All of this is important to understand as it clarifies what an AI-powered chat agent does. It produces probabilistically generated outputs based on user inputs and trained data, both of which are interpreted by similarly probabilistic, comparative and agitative assessments. That is to say, AI chat agents are random and productive more than they are creative. They’re not entirely random, of course, because they’ve learned patterns and had reinforcement training from humans, but where they are creative it is based on probability rather than insight or instinct. So-called ‘hallucination’ is a feature of how AI works rather than a bug then, with probabilities occasionally leading to inaccurate or outright strange outputs. How frequent these are depends on how constrained the AI has been by subsequent human instruction or reinforcement training, or how successfully its DL techniques have created and formed meaningful patterns. Nevertheless, there is no critical capability and no truly creative capability without human input. This is crucial to remember when we are concerned with academic integrity or how AI may threaten a student’s (or our own) sense of creative and intellectual agency: they are incapable of higher-order thinking, limited in their capacity to analyse, and only capable of reproducing or transposing acts of critical thought.

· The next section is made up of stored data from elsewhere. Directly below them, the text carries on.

import { describe, expect, it } from "vitest";
import { fsum } from "../../src/stats/fsum.js";
import { simulateQueue } from "../../src/demo/queue.js";
import { csv } from "../helpers/tempStudy.js";
import { figures, studyOf } from "../helpers/runStudyFrom.js";

// Our own trace: 3 from t=0, 6 from t=2, 1 then 4 at t=4 (a tie), 2 from t=7; window [0, 10],
// warm-up 2, so the threshold 6 is crossed exactly at the warm-up time.
const trace = csv([[0, "level", 3], [2, "level", 6], [4, "level", 1], [4, "level", 4], [7, "level", 2]]);
const manifest = `title: shares
warmup: 2
scenarios:
  - {name: a, end: 10, runs: [r.csv]}
measures:
  - {name: L, kind: level, series: level, at_least: [6, 4, 3, 2]}
`;

describe("time at least and time at value (issue 8)", () => {
  it("shares on a hand-worked trace with a crossing at the warm-up and a tie", async () => {
    const { outcome } = await studyOf(manifest, { "r.csv": trace });
    const L = figures(outcome.results, "L");
    // computed by hand: c = 2, T = 8; 6 on [2,4], 1 on [4,4] (tie, zero length), 4 on [4,7], 2 on [7,10]
    expect(L.time_at_least).toEqual({ "6": 2 / 8, "4": 5 / 8, "3": 5 / 8, "2": 1 });
    expect(L.time_at_value).toEqual([
      { value: 2, time: 3, share: 3 / 8 },
      { value: 4, time: 3, share: 3 / 8 },
      { value: 6, time: 2, share: 2 / 8 },
    ]);
    const t = outcome.tables.find((x) => x.run === "r" && x.kind === "time_at_least")!;
    // computed by hand: intervals of positive duration at or above each threshold
    expect(t.preview!.map((r) => [r[0], r[1], r[2]])).toEqual([[6, 1, 2], [4, 2, 5], [3, 2, 5], [2, 3, 8]]);
  });

  it("shares over all values add up to 1 and time at least the minimum is 1 (common practice: a distribution's total mass)", async () => {
    const rows = [...simulateQueue({ arrivalRate: 1, serviceRate: 0.55, servers: 2, horizon: 300, seed: 11, decimals: 4 })];
    const file = csv(rows.map((r) => [r.time, r.series, r.value, r.entity]));
    const m = `title: q\nwarmup: 13.37\nscenarios:\n  - {name: a, end: 300, runs: [r.csv]}\nmeasures:\n  - {name: q, kind: level, series: queue, at_least: [0]}\n`;
    const { outcome } = await studyOf(m, { "r.csv": file });
    const q = figures(outcome.results, "q");
    const shares = (q.time_at_value as { share: number }[]).map((v) => v.share);
    expect(Math.abs(fsum(shares) - 1)).toBeLessThan(1e-12);
    expect(q.min).toBe(0);
    expect((q.time_at_least as Record<string, number>)["0"]).toBe(1);
  });

  it("summaries of quantiles, within and time-at-least shares across runs carry intervals", async () => {
    const files: Record<string, string> = {};
    for (let k = 1; k <= 4; k++) files[`r${k}.csv`] = csv([[0, "w", k], [1, "w", 2 * k], [2, "w", 10 - k], [3, "lvl", k % 3], [5, "lvl", 2]]);
    const m = `title: s\nscenarios:\n  - {name: a, end: 10, runs: "*.csv"}\nmeasures:\n  - {name: w, kind: observation, series: w, quantiles: [0.5], within: [5]}\n  - {name: l, kind: level, series: lvl, at_least: [2]}\n`;
    const { outcome } = await studyOf(m, files);
    const s = outcome.results.scenarios[0].summary;
    // computed by hand: per-run medians are the middle of {k, 2k, 10 − k}: 2, 4, 6, 6 → mean 4.5
    expect((s.w.quantiles as Record<string, { mean: number; n: number }>)["0.5"]).toMatchObject({ n: 4, mean: 4.5 });
    // computed by hand: shares ≤ 5 per run: 2/3, 2/3, 1/3, 1/3 → mean 1/2
    expect((s.w.within as Record<string, { mean: number }>)["5"].mean).toBeCloseTo(0.5, 14);
    // computed by hand: level ≥ 2 on [5,10] always, plus [3,5] when k % 3 = 2 (k = 2): shares .5,.7,.5,.5
    expect((s.l.time_at_least as Record<string, { mean: number }>)["2"].mean).toBeCloseTo(2.2 / 4, 14);
  });
});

If you’d like further information on how AI-powered Conversational Agents work, OpenAI provides a detailed breakdown of all of ChatGPT’s capabilities. Whilst this is specific to ChatGPT, many of the general principles apply to other AI Conversational Agents, too.
AI Image Generators (DALL-E, Stable Diffusion, ImageFX, etc.):
As the name would suggest, an AI-powered image generator focuses on generating visual content and, just like their literary counterparts, are trained on vast amounts of data to learn patterns and features. With image generators, of course, the data is visual rather than textual, including images, videos, and graphics. Still, the same questions can be raised about the providence of the data and the potential lack of accountability and creative attribution. Equally, the parsing of this data works as it does in an interactive chat agent. There is an initial, governed process of Machine Learning (ML) followed by a more independent process of Deep Learning (DL), which again relies on transformers and attentional mechanisms to parse, sort, and create patterns with the original data. However, where image generators differ is in the inclusion of additional or alternative forms of DL.
Firstly, they use Convolutional Neural Networks (CNN) to form and capture spatial patterns and features from image data. There are several layers to this process, beginning with identifying the edges or boundaries between one thing and another in an image, but gradually developing this toward helping the AI to classify images and objects (eg humans, paperweights, coffee cups, etc).
Two, different types of CNN are used to form a Generative Adversarial Network or GAN, which purposefully competes against itself through a process of generation and discrimination. The generator part does as you may expect: generates. Initially, this is very basic shapes, patterns, and vectors, but over time it works toward patterns and increasingly realistic images. The discriminator helps this development, taking information from the training data and comparing it with potential outputs from the generative aspect of the network for improvements and distinctions between generated and real images.
Again, creativity here should be understood more as probabilistic productivity that responds to prompts and inputs from a human agent.